How did the Elizabethan era influence Shakespeare?
If every playwright in Shakespeare’s time aspired, as he did, to paint a portrait of an age in their works, his would have been the Mona Lisa, leaving the most lasting impression on generations to come and at the same time, one of the world’s most baffling mysteries. Surely it is no coincidence that the world’s most celebrated dramatist would’ve lived during the time when one of the world’s most powerful rulers in history reigned. Or was it?
How much influence from the Elizabethan era was infused into Shakespeare’s plays? Especially since it was a time of religious reformation and fluctuating political relations, in which England was very much in the thick of. The events and personalities of the Elizabethan age helped Shakespeare create a vivid and colorful world to build his plays on, and in return, Shakespeare’s genius helped to define this pinnacle of English history. To best understand Shakespeare, it is crucial to understand the age in which he lived and worked.
Defining Elizabethan era
The Elizabethan era was characterized by a renascent interest in the arts, long forgotten because of the many years of turmoil and political unrest that preceded it. Most notably was the War of the Roses, in which the two Houses of Lancaster and York fought over possession of the English crown until finally the Lancastrians were defeated. However, their victory was short-lived for it was soon snatched away by the Duke of Gloucester, the same duke that legend say murdered two young princes in the Tower of London.

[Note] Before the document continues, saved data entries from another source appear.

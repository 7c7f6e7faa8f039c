"""Tests of scanning on a Dask cluster (lint/executors.py DaskExecutor), of the keyed reduce that near-duplicate
search runs as a partitioned shuffle (lint/rule.py, rules/duplicates.py), and of shards named by URI
(lint/sources.py), and of progress reported per batch from the workers (DaskExecutor.relay).

A scan must give the same report wherever it runs: the cluster run is checked against the local run of the same
code in one process, and both against outside references -- exact copies against Python equality of the token
lists, near-duplicate clusters against datasketch's MinHashLSH (via the reference pipeline of test_duplicates.py),
file sizes against ``os.path.getsize`` (stdlib), progress counts against pyarrow's reading of the files.

The cluster is a ``distributed.LocalCluster`` of two worker processes, started once for the module. ``distributed``
is an optional dependency (``corpuscle[cluster]``, also in the ``test`` extra): outside CI a missing package skips
the cluster tests; in CI (``CI=true``) it fails them.
"""
from __future__ import annotations

import json
import os
import pickle
import re
import subprocess
import sys

import numpy as np
import pyarrow.compute as pc
import pyarrow.parquet as pq
import pytest
from click.testing import CliRunner
from corpuscle import Settings
from corpuscle.cli import main
from corpuscle.engine import split
from corpuscle.engine.executors import ClusterUnavailable, DaskExecutor, LocalExecutor, TopicProgress
from corpuscle.engine.registry import registry
from corpuscle.engine.scan import run, select_rules
from corpuscle.io.sources import discover
from corpuscle.kernels.lsh import band_keys, candidate_pairs, partition_candidates, signature_digests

He is also known as Richard III. In the end, Henry VII defeated him in Bosworth, which heralded the beginning of the Tudor dynasty. This royal ruling house, reigning for over a century, was able to catapult England from its indigent and inferior international standing as just a pawn between the two powerhouses of the era, Spain and France, to a proud and confident nation, greatly in part to Queen Elizabeth’s brilliant tactical diplomacy and strong foreign policies. At the same time, a religious reformation was taking place in England.
The previous two monarchs before Elizabeth had failed to establish a fair compromise for both the Protestants and Catholics of England; Edward VI, the first heir after Henry VIII, had inherited the Protestant stance of his father and was constantly at odds with the Catholics. Mary, the second to take the throne after Edward’s short reign and Elizabeth’s stepsister, wanted to revert England to Catholicism and utilized drastic measures in an attempt to do so. Part of her father’s reformation program was seizing all ecclesiastical holdings and selling them to the middle class.
This gained him support from the newly made landowner bourgeoisie, who were against Mary’s rule for it would mean they would have to give up their property. When Elizabeth rose to the throne, she saw the disputes and in a decisive move, chose an ambiguous stance over religious matters, although she had a slight leaning towards the Anglican Church. Elizabeth adopted the title of Supreme Governor Etc. , allowing people to append whatever the saw fit at the end. Because of her lenity toward the state religion, the Dutch, German and French flocked to England because they were being persecuted in their own countries.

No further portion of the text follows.